┌─ RECORDS SHOWN

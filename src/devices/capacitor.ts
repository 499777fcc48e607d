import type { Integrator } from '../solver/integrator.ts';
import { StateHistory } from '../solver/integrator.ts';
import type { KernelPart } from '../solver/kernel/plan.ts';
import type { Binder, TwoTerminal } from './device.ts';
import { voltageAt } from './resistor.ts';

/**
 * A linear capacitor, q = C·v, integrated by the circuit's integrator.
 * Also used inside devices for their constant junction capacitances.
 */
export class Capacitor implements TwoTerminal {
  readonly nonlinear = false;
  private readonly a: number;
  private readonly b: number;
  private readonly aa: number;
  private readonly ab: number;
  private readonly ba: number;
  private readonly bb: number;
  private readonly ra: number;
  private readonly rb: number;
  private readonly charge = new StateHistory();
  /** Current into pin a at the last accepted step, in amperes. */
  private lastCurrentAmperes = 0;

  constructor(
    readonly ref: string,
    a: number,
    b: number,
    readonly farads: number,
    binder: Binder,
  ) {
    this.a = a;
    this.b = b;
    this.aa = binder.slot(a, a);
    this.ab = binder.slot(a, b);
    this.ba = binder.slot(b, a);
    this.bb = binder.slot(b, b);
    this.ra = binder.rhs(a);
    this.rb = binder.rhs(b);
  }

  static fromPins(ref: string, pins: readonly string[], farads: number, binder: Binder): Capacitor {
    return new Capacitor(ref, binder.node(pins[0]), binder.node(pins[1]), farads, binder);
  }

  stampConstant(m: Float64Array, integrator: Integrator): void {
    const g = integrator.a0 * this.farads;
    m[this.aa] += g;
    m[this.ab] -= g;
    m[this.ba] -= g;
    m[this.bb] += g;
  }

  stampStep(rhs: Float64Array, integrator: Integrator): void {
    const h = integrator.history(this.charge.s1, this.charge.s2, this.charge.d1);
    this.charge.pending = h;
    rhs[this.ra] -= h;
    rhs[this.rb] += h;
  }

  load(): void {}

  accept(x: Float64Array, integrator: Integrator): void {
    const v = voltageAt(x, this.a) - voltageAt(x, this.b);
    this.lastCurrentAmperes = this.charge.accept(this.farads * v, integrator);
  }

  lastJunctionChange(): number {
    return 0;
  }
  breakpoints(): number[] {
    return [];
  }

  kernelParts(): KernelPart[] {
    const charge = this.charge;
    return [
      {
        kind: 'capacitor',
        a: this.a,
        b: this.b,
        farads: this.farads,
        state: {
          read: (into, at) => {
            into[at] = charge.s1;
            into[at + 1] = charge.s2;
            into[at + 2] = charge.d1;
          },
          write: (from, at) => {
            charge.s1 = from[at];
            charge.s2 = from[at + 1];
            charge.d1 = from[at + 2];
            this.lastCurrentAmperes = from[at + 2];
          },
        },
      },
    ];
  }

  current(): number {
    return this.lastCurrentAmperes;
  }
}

└─

WHAT THE EXERCISE ASKS:
For every line in the data above that holds "charge", return the line itself.

RESULT OF THE EXERCISE:
  private readonly charge = new StateHistory();
    const h = integrator.history(this.charge.s1, this.charge.s2, this.charge.d1);
    this.charge.pending = h;
    this.lastCurrentAmperes = this.charge.accept(this.farads * v, integrator);
    const charge = this.charge;
            into[at] = charge.s1;
            into[at + 1] = charge.s2;
            into[at + 2] = charge.d1;
            charge.s1 = from[at];
            charge.s2 = from[at + 1];
            charge.d1 = from[at + 2];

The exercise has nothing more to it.